Let the line containing "from .html import write_html" serve as the first line of the answer and the final line of the entries as its last, with every line between copied exactly.

^^^^^^^^^^^^^^^^

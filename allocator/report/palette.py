"""The report's colours: one palette for the workbook fills and every figure.

The hues are taken from the colour-blind-safe set of Okabe & Ito ("Color Universal Design",
2008: black, orange, sky blue, bluish green, yellow, blue, vermilion, reddish purple); the
tints, the ordering and the diverging map built from them are this project's own.

The one rule the whole report keeps: **orange = below the band's minimum** (too little load
would be shed), **blue = above the band's maximum** (too much).  The two stay apart for the
common forms of colour-vision deficiency (red-green and blue-yellow) and in greyscale
(the orange side is the lighter), and every figure repeats the meaning with a line style or a
marker shape so colour is never the only cue.
"""

from __future__ import annotations

from matplotlib.colors import LinearSegmentedColormap

# --- Okabe-Ito hues (hex) ----------------------------------------------------------------------
BLACK = "#000000"
ORANGE = "#E69F00"
SKY = "#56B4E9"
GREEN = "#009E73"
YELLOW = "#F0E442"
BLUE = "#0072B2"
VERMILION = "#D55E00"
PURPLE = "#CC79A7"

# --- meanings ---------------------------------------------------------------------------------
BELOW = VERMILION  # line/marker colour for "below min"
ABOVE = BLUE  # line/marker colour for "above max"
TARGET = "#444444"
BAND_SHADE = "#D9D9D9"
INK = "#1A1A1A"
MUTED = "#777777"
BEFORE = "#8C8C8C"  # the current allocation drawn behind a plan

#: workbook fills (ARGB without alpha) - light tints so the numbers stay readable
FILL_BELOW = "F6C89F"  # light vermilion/orange: value below the band's minimum
FILL_ABOVE = "A6D3F2"  # light sky blue: value above the band's maximum
FILL_HEADER = "E4E8EC"
FILL_TITLE = "D7E3EA"

#: categorical order for blocks, feeder classes and day types (black left out: it is ink)
CATEGORICAL = (BLUE, ORANGE, GREEN, PURPLE, SKY, VERMILION, YELLOW, "#5D5D5D")

#: line series (the frequency traces, one per loss size)
SERIES = (BLUE, VERMILION, GREEN, PURPLE, ORANGE, SKY, BLACK, YELLOW)
#: reference lines of the frequency figures: nominal frequency, floor and ceiling
NOMINAL_LINE = "#8C8C8C"
LIMIT_LINE = "#404040"

#: hatches used after the colours run out, so a ninth class is still told apart
HATCHES = ("", "//", "..", "xx", "\\\\", "oo")


def category(i: int) -> tuple[str, str]:
    """Colour and hatch of the i-th category."""
    n = len(CATEGORICAL)
    return CATEGORICAL[i % n], HATCHES[(i // n) % len(HATCHES)]


def band_colormap() -> LinearSegmentedColormap:
    """Diverging map for a share of demand, meant for a norm that puts the band's minimum at
    0.25, the target at 0.5 and the maximum at 0.75: pale tints inside the band, a sharp step to
    strong orange below the minimum and to strong blue above the maximum."""
    nodes = [
        (0.0, "#6B2C00"),
        (0.2499, VERMILION),
        (0.25, "#F9DCC4"),
        (0.5, "#F7F7F7"),
        (0.75, "#CFE6F6"),
        (0.7501, BLUE),
        (1.0, "#062C4A"),
    ]
    cmap = LinearSegmentedColormap.from_list("ufls_band_okabe_ito", nodes, N=512)
    return cmap.with_extremes(bad="#BDBDBD")
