"""Report outputs of a check: ``report.xlsx``, ``figures/*.png`` and ``report.html``.

``write_reports(check, out, ...)`` writes the requested formats into the (existing) folder
``out``; ``parse_formats`` turns the ``--format`` option into the set of formats.
"""

from __future__ import annotations

from pathlib import Path

from ..errors import InputError, Problem

FORMATS: tuple[str, ...] = ("xlsx", "html", "png")
DEFAULT_FORMATS = frozenset(FORMATS)

__all__ = ["FORMATS", "parse_formats", "write_reports"]


def parse_formats(text: str | None) -> set[str]:
    """``--format`` value → set of formats.  None → every format; ``none`` → no report
    files (CSV/JSON only); otherwise a comma list of xlsx, html, png (``all`` = every one)."""
    if text is None:
        return set(DEFAULT_FORMATS)
    items = [t.strip().lower() for t in str(text).split(",")]
    items = [t for t in items if t]
    if not items:
        raise InputError([Problem(file="--format", message="no format given; use a comma list "
                                  "of xlsx, html, png, or 'all' or 'none'")])
    if items == ["none"]:
        return set()
    out: set[str] = set()
    bad = []
    for t in items:
        if t == "all":
            out |= DEFAULT_FORMATS
        elif t in FORMATS:
            out.add(t)
        else:
            bad.append(t)
    if bad:
        raise InputError([Problem(file="--format", message=f"unknown format '{b}'; choose "
                                  "from xlsx, html, png (comma list), 'all' or 'none'"
                                  + (" ('none' cannot be combined with others)"
                                     if b == "none" else ""))
                          for b in bad])
    return out


def write_reports(check, out: Path, field=None, plan_info: dict | None = None, before=None,
                  formats: set[str] | frozenset[str] = DEFAULT_FORMATS,
                  frequency: dict | None = None, run: dict | None = None) -> dict[str, Path]:
    """Write the report files of ``check`` into the existing folder ``out``.

    ``check`` is a :class:`~allocator.check.ScenarioChecks` (every scenario) or one
    :class:`~allocator.check.Check`.  ``field``: its
    :class:`~allocator.field.plan.FieldPlan` (relay changes from the allocation in service
    now, work list, visit order, statement); made here, with nothing to compare, when not
    given.  ``plan_info``: the plan record (plan.json), if reporting a plan.
    ``before``: the check of the current allocation, for before/after comparisons.
    ``frequency``: ``{"after": frequency_summary, "before": ... or None, "figure_png": bytes}``
    adds the frequency indication section to the HTML report.
    ``run``: the run record (:func:`allocator.runrecord.run_record`; the command line calls
    it with its own argv and inputs); without one, a record of the workbook and the
    scenarios' weather files is made here.
    Returns ``{"xlsx": path, "html": path, "png:<name>": path, ...}`` for what was written.
    """
    from ..check import as_set
    from ..field.plan import field_plan
    from . import content

    check = as_set(check)
    before = as_set(before) if before is not None else None
    field = field_plan(check) if field is None else field
    out = Path(out)
    formats = set(formats)
    unknown = formats - set(FORMATS)
    if unknown:
        raise ValueError(f"unknown report formats {sorted(unknown)}")
    written: dict[str, Path] = {}
    if not formats:
        return written
    out.mkdir(parents=True, exist_ok=True)
    if run is None:
        from ..runrecord import run_record

        run = run_record(check.study, [c.year for c in check.checks])
    fc = content.feeder_contrib(check.checks[0])
    if "xlsx" in formats:
        from .excel import write_workbook

        written["xlsx"] = write_workbook(check, out / "report.xlsx", field, plan_info,
                                         before, fc, run)
    figs = None
    if "png" in formats or "html" in formats:
        from .figures import render_figures

        fig_dir = out / "figures" if "png" in formats else None
        figs = render_figures(check, fig_dir, before=before, fc=fc, field=field)
        if fig_dir is not None:
            for f in figs:
                written[f"png:{f.name}"] = f.path
    if "html" in formats:
        from .html import write_html

        written["html"] = write_html(check, out / "report.html", figs or [], field=field,
                                     plan_info=plan_info, before=before, frequency=frequency,
                                     run=run)
    return written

^^^^^^^^^^^^^^^^

* _Solution to this exercise_
        from .html import write_html

        written["html"] = write_html(check, out / "report.html", figs or [], field=field,
                                     plan_info=plan_info, before=before, frequency=frequency,
                                     run=run)
    return written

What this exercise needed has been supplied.